BTW, the instructors and the learning area at Whistler are amazing! I love that area because I can really focus on fundamentals without worrying about crowds. And I've been getting lots of practicing getting off that chair lift!


----------



## wrathfuldeity (Oct 5, 2007)

when practicing 1 footy, keep your back foot on the stomp pad...period. Now you can have you boot slighty over the toeside or heel side...depending on how you like to stop. However leave the rear foot on the board until you stop. You also might try putting your rear foot up right next or closer to the front binding to help you make sure ur weighting the nose. The movements of skating or gliding around 1 footy is more subtle and you need to pay attention that your hips and shoulders are closed and knees are bent and relaxed, you are in a netural alinged and stacked posture and all body parts are in the imaginary ceral box.


----------



## Soggysnow (Sep 11, 2012)

freetheanimals said:


> I appreciate all that great advice. For the most part, I am staying straight when I get off the lift and have not been falling as much. The problem with the Whistler learning area chair lift is the exit is STEEP and the chair doesn't slow down!



I assume you are riding Olympic chair at mid station which. Does have a pretty steep offload.
You have two options. Practicing on the very slight incline where the magic carpet is, you could incorporate using your foot to drag to slow down or even mixing that with light edge pressure to get used to the feeling of only having one foot strapped in

Or- head up to the top of the mountain and ride Emerald chair. The terrain the the family zone (ego bowl) is much the same but the chair offload is not as steep.

The bunny hill on Blackcomb has an easy chair too.


----------



## freetheanimals (Jan 31, 2013)

*Yes, the Olympic chair at mid-station*

And while I was there today I nearly bought it dismounting that chair lift. One of the instructors asked if one of his students could ride the chair with me. I agreed. The little kid was about 10 and had never been on a chair lift before. When we were exiting the chair he skied right in front of me. I have little ability to steer my board with just one foot in the bindings. It took all my limited skill to steer clear of him but I came close to falling and having my board skid out from under my back foot - the very scenario I worry about because of the potential of a twisted knee.

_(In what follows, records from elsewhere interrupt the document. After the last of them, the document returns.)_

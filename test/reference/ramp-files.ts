import { readFileSync } from 'node:fs';
import { join } from 'node:path';
import { type RampSample } from '../../procedures/calculations';

/** What a recorded ramp was made with. */
export interface RampTruth {
  readonly name: string;
  readonly stationKpa: number;
  /** Undefined for a ramp that never seals. */
  readonly sealTimeS: number | undefined;
  readonly sealGaugeKpa: number;
  readonly tolerance: { readonly timeS: number; readonly gaugeKpa: number; readonly mapKpa: number };
}

const folder = join(__dirname, 'ramps');
const read = (file: string) => readFileSync(join(folder, file), 'utf8');

/** The ramps whose truth gives no tolerance are sampled four times a second: two samples, and as closely as the others. */
const otherwise = { time_s: 0.6, gauge_kpa: 0.2, map_kpa: 0.3 };

/** Every ramp beside its truth. */
export const rampTruths: readonly RampTruth[] = ['truth-open.json', 'truth-demo.json'].flatMap((file) =>
  Object.entries(JSON.parse(read(file)) as Record<string, unknown>).flatMap(([name, entry]) => {
    if (typeof entry !== 'object' || entry === null) return [];
    const truth = entry as Record<string, number | null> & { tolerance?: typeof otherwise };
    const { time_s: timeS, gauge_kpa: gaugeKpa, map_kpa: mapKpa } = truth.tolerance ?? otherwise;
    return {
      name,
      stationKpa: Number(truth['station_kpa'] ?? truth['baro_kpa']),
      sealTimeS: truth['seal_time_s'] ?? undefined,
      sealGaugeKpa: Number(truth['seal_gauge_kpa']),
      // One-kilopascal readings cannot do better than their step.
      tolerance: { timeS, gaugeKpa, mapKpa: name.endsWith('coarse-bus') ? 1 : mapKpa },
    };
  }),
);

/** The samples of a ramp as they were recorded. */
export function rampSamples(name: string): RampSample[] {
  const [, ...rows] = read(`${name}.csv`).trim().split('\n');
  return rows.map((row) => {
    const [timeS = NaN, gaugeKpa = NaN, mapKpa = NaN, boostKpa = NaN, soundDb = NaN] = row.split(',').map(Number);
    return { timeS, gaugeKpa, mapKpa, boostKpa, soundDb };
  });
}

I did practice skating near the magic carpet today and am feeling more confident with one foot in the bindings. Still, I feel nervous about the board slipping away and I end up doing the splits and hurting myself.


----------



## freetheanimals (Jan 31, 2013)

*I have boarded from Roundhouse...*

to the Emerald chair and done a lot of the green runs. But after reading many threads on this forum and watching boarding lesson vids, I decided to work on fundamentals at Whistler's learning area. I was worried I was getting into bad habits being on the main runs with so many other people (e.g. doing the falling leaf for far too long because I was nervous with so many others whizzing by me). At the learning area I can focus on certain skills (skating, straight runs, Garlands, J turns, and getting off the chair lift) without dealing with crowds. Plus, I don't get so distracted at the learning area.


----------



## freetheanimals (Jan 31, 2013)

*BTW, thanks everyone!*

Your advice and thoughtful comments are a big help. I was at Whistler again today and really practiced with one foot in the bindings and concentrating on keeping my back foot on the stomp pad and up against the back bindings. That helped a lot.


----------



## BigmountainVMD (Oct 9, 2011)

freetheanimals said:


> Your advice and thoughtful comments are a big help. I was at Whistler again today and really practiced with one foot in the bindings and concentrating on keeping my back foot on the stomp pad and up against the back bindings. That helped a lot.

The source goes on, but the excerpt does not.